(Stored data)

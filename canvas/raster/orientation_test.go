package raster_test

import (
	"bytes"
	"encoding/binary"
	"fmt"
	"image"
	"image/color"
	"image/jpeg"
	"testing"

	"enfilade/canvas/raster"
)

// seenPicture is 48 by 32 pixels, each quarter of another grey, so that no turn and no mirror leaves it as it is.
func seenPicture() *image.Gray {
	img := image.NewGray(image.Rect(0, 0, 48, 32))
	for y := range 32 {
		for x := range 48 {
			img.SetGray(x, y, color.Gray{Y: [4]uint8{20, 90, 160, 230}[y/16*2+x/24]})
		}
	}
	return img
}

// held returns the picture as a camera stores it: the first row and the first column lie on these sides of the seen one.
func held(seen *image.Gray, row, column string) *image.Gray {
	w, h := seen.Rect.Dx(), seen.Rect.Dy()
	rows, columns := h, w
	if row == "left" || row == "right" {
		rows, columns = w, h
	}
	out := image.NewGray(image.Rect(0, 0, columns, rows))
	for r := range rows {
		for c := range columns {
			x, y := 0, 0
			put := func(side string, n int) {
				switch side {
				case "top":
					y = n
				case "bottom":
					y = h - 1 - n
				case "left":
					x = n
				case "right":
					x = w - 1 - n
				}
			}
			put(row, r)
			put(column, c)
			out.SetGray(c, r, seen.GrayAt(x, y))
		}
	}
	return out
}

// exif is an APP1 segment with a directory of three tags, the orientation in their midst.
func exif(order binary.AppendByteOrder, value uint16) []byte {
	tiff := []byte("II*\x00")
	if order.String() == binary.BigEndian.String() {
		tiff = []byte("MM\x00*")
	}
	tiff = order.AppendUint32(tiff, 8)
	tiff = order.AppendUint16(tiff, 3)
	for _, e := range [][2]uint16{{0x0100, 48}, {0x0112, value}, {0x011A, 7}} {
		tiff = order.AppendUint16(tiff, e[0])
		tiff = order.AppendUint16(tiff, 3)
		tiff = order.AppendUint32(tiff, 1)
		tiff = order.AppendUint16(tiff, e[1])
		tiff = order.AppendUint16(tiff, 0)
	}
	tiff = order.AppendUint32(tiff, 0)
	body := append([]byte("Exif\x00\x00"), tiff...)
	return append(binary.BigEndian.AppendUint16([]byte{0xFF, 0xE1}, uint16(len(body)+2)), body...)
}

// withSegments is a JPEG with segments put in after its start.
func withSegments(t *testing.T, img image.Image, segments ...[]byte) []byte {
	t.Helper()
	var b bytes.Buffer
	if err := jpeg.Encode(&b, img, &jpeg.Options{Quality: 95}); err != nil {
		t.Fatal(err)
	}
	out := append([]byte{}, b.Bytes()[:2]...)
	for _, s := range segments {
		out = append(out, s...)
	}
	return append(out, b.Bytes()[2:]...)
}

// greys returns the greys in the middles of a photo's quarters, row by row, to the nearest of the four that were drawn.
func greys(t *testing.T, data []byte) string {
	t.Helper()
	p, err := raster.ReadPhoto(data)
	if err != nil {
		t.Fatal(err)
	}
	out := fmt.Sprintf("%d by %d:", p.W, p.H)
	for _, q := range [4][2]int{{1, 1}, {3, 1}, {1, 3}, {3, 3}} {
		out += fmt.Sprint(" ", (int(p.Levels[0].RGBAAt(q[0]*p.W/4, q[1]*p.H/4).R)-20+35)/70)
	}
	return out
}

func TestAPhotoIsTurnedUpright(t *testing.T) {
	app0 := []byte{0xFF, 0xE0, 0, 4, 1, 2}
	for value, sides := range [9][2]string{1: {"top", "left"}, 2: {"top", "right"}, 3: {"bottom", "right"}, 4: {"bottom", "left"},
		5: {"left", "top"}, 6: {"right", "top"}, 7: {"right", "bottom"}, 8: {"left", "bottom"}} {
		if value == 0 {
			continue
		}
		for _, order := range []binary.AppendByteOrder{binary.LittleEndian, binary.BigEndian} {
			data := withSegments(t, held(seenPicture(), sides[0], sides[1]), app0, []byte{0xFF}, exif(order, uint16(value)))
			if got, want := greys(t, data), "48 by 32: 0 1 2 3"; got != want {
				t.Errorf("orientation %d, %v: %s, want %s", value, order, got, want)
			}
		}
	}
}

func TestAPhotoThatDoesNotSayHowItWasHeldStaysAsItIs(t *testing.T) {
	segment := func(body string) []byte {
		return append(binary.BigEndian.AppendUint16([]byte{0xFF, 0xE1}, uint16(len(body)+2)), body...)
	}
	long := exif(binary.LittleEndian, 6)
	for name, s := range map[string][]byte{
		"no Exif at all":              {},
		"a value of 0":                exif(binary.LittleEndian, 0),
		"a value of 9":                exif(binary.BigEndian, 9),
		"another APP1":                segment("http://ns.adobe.com/xap/1.0/\x00II*\x00"),
		"nothing after the name":      segment("Exif\x00\x00"),
		"neither order of bytes":      segment("Exif\x00\x00IM*\x00\x08\x00\x00\x00"),
		"a directory beyond the end":  segment("Exif\x00\x00II*\x00\xF0\xFF\xFF\xFF"),
		"a directory that is cut off": segment(string(long[4 : len(long)-30])),
		"a directory without it":      segment("Exif\x00\x00II*\x00\x08\x00\x00\x00\x00\x00"),
	} {
		if got, want := greys(t, withSegments(t, seenPicture(), s)), "48 by 32: 0 1 2 3"; got != want {
			t.Errorf("%s: %s, want %s", name, got, want)
		}
	}
	// A number of another kind is not read.
	wrong := exif(binary.LittleEndian, 6)
	i := bytes.Index(wrong, []byte{0x12, 0x01, 3, 0})
	wrong[i+2] = 4
	if got := greys(t, withSegments(t, seenPicture(), wrong)); got != "48 by 32: 0 1 2 3" {
		t.Errorf("a tag of another type: %s", got)
	}
}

- [Your assignment] Would you return the full set of entries, unchanged in every detail?

- [Output of the exercise]
filename canvas/raster/orientation_test.go
package raster_test

import (
	"bytes"
	"encoding/binary"
	"fmt"
	"image"
	"image/color"
	"image/jpeg"
	"testing"

	"enfilade/canvas/raster"
)

// seenPicture is 48 by 32 pixels, each quarter of another grey, so that no turn and no mirror leaves it as it is.
func seenPicture() *image.Gray {
	img := image.NewGray(image.Rect(0, 0, 48, 32))
	for y := range 32 {
		for x := range 48 {
			img.SetGray(x, y, color.Gray{Y: [4]uint8{20, 90, 160, 230}[y/16*2+x/24]})
		}
	}
	return img
}

// held returns the picture as a camera stores it: the first row and the first column lie on these sides of the seen one.
func held(seen *image.Gray, row, column string) *image.Gray {
	w, h := seen.Rect.Dx(), seen.Rect.Dy()
	rows, columns := h, w
	if row == "left" || row == "right" {
		rows, columns = w, h
	}
	out := image.NewGray(image.Rect(0, 0, columns, rows))
	for r := range rows {
		for c := range columns {
			x, y := 0, 0
			put := func(side string, n int) {
				switch side {
				case "top":
					y = n
				case "bottom":
					y = h - 1 - n
				case "left":
					x = n
				case "right":
					x = w - 1 - n
				}
			}
			put(row, r)
			put(column, c)
			out.SetGray(c, r, seen.GrayAt(x, y))
		}
	}
	return out
}

// exif is an APP1 segment with a directory of three tags, the orientation in their midst.
func exif(order binary.AppendByteOrder, value uint16) []byte {
	tiff := []byte("II*\x00")
	if order.String() == binary.BigEndian.String() {
		tiff = []byte("MM\x00*")
	}
	tiff = order.AppendUint32(tiff, 8)
	tiff = order.AppendUint16(tiff, 3)
	for _, e := range [][2]uint16{{0x0100, 48}, {0x0112, value}, {0x011A, 7}} {
		tiff = order.AppendUint16(tiff, e[0])
		tiff = order.AppendUint16(tiff, 3)
		tiff = order.AppendUint32(tiff, 1)
		tiff = order.AppendUint16(tiff, e[1])
		tiff = order.AppendUint16(tiff, 0)
	}
	tiff = order.AppendUint32(tiff, 0)
	body := append([]byte("Exif\x00\x00"), tiff...)
	return append(binary.BigEndian.AppendUint16([]byte{0xFF, 0xE1}, uint16(len(body)+2)), body...)
}

// withSegments is a JPEG with segments put in after its start.
func withSegments(t *testing.T, img image.Image, segments ...[]byte) []byte {
	t.Helper()
	var b bytes.Buffer
	if err := jpeg.Encode(&b, img, &jpeg.Options{Quality: 95}); err != nil {
		t.Fatal(err)
	}
	out := append([]byte{}, b.Bytes()[:2]...)
	for _, s := range segments {
		out = append(out, s...)
	}
	return append(out, b.Bytes()[2:]...)
}

// greys returns the greys in the middles of a photo's quarters, row by row, to the nearest of the four that were drawn.
func greys(t *testing.T, data []byte) string {
	t.Helper()
	p, err := raster.ReadPhoto(data)
	if err != nil {
		t.Fatal(err)
	}
	out := fmt.Sprintf("%d by %d:", p.W, p.H)
	for _, q := range [4][2]int{{1, 1}, {3, 1}, {1, 3}, {3, 3}} {
		out += fmt.Sprint(" ", (int(p.Levels[0].RGBAAt(q[0]*p.W/4, q[1]*p.H/4).R)-20+35)/70)
	}
	return out
}

func TestAPhotoIsTurnedUpright(t *testing.T) {
	app0 := []byte{0xFF, 0xE0, 0, 4, 1, 2}
	for value, sides := range [9][2]string{1: {"top", "left"}, 2: {"top", "right"}, 3: {"bottom", "right"}, 4: {"bottom", "left"},
		5: {"left", "top"}, 6: {"right", "top"}, 7: {"right", "bottom"}, 8: {"left", "bottom"}} {
		if value == 0 {
			continue
		}
		for _, order := range []binary.AppendByteOrder{binary.LittleEndian, binary.BigEndian} {
			data := withSegments(t, held(seenPicture(), sides[0], sides[1]), app0, []byte{0xFF}, exif(order, uint16(value)))
			if got, want := greys(t, data), "48 by 32: 0 1 2 3"; got != want {
				t.Errorf("orientation %d, %v: %s, want %s", value, order, got, want)
			}
		}
	}
}

func TestAPhotoThatDoesNotSayHowItWasHeldStaysAsItIs(t *testing.T) {
	segment := func(body string) []byte {
		return append(binary.BigEndian.AppendUint16([]byte{0xFF, 0xE1}, uint16(len(body)+2)), body...)
	}
	long := exif(binary.LittleEndian, 6)
	for name, s := range map[string][]byte{
		"no Exif at all":              {},
		"a value of 0":                exif(binary.LittleEndian, 0),
		"a value of 9":                exif(binary.BigEndian, 9),
		"another APP1":                segment("http://ns.adobe.com/xap/1.0/\x00II*\x00"),
		"nothing after the name":      segment("Exif\x00\x00"),
		"neither order of bytes":      segment("Exif\x00\x00IM*\x00\x08\x00\x00\x00"),
		"a directory beyond the end":  segment("Exif\x00\x00II*\x00\xF0\xFF\xFF\xFF"),
		"a directory that is cut off": segment(string(long[4 : len(long)-30])),
		"a directory without it":      segment("Exif\x00\x00II*\x00\x08\x00\x00\x00\x00\x00"),
	} {
		if got, want := greys(t, withSegments(t, seenPicture(), s)), "48 by 32: 0 1 2 3"; got != want {
			t.Errorf("%s: %s, want %s", name, got, want)
		}
	}
	// A number of another kind is not read.
	wrong := exif(binary.LittleEndian, 6)
	i := bytes.Index(wrong, []byte{0x12, 0x01, 3, 0})
	wrong[i+2] = 4
	if got := greys(t, withSegments(t, seenPicture(), wrong)); got != "48 by 32: 0 1 2 3" {
		t.Errorf("a tag of another type: %s", got)
	}
}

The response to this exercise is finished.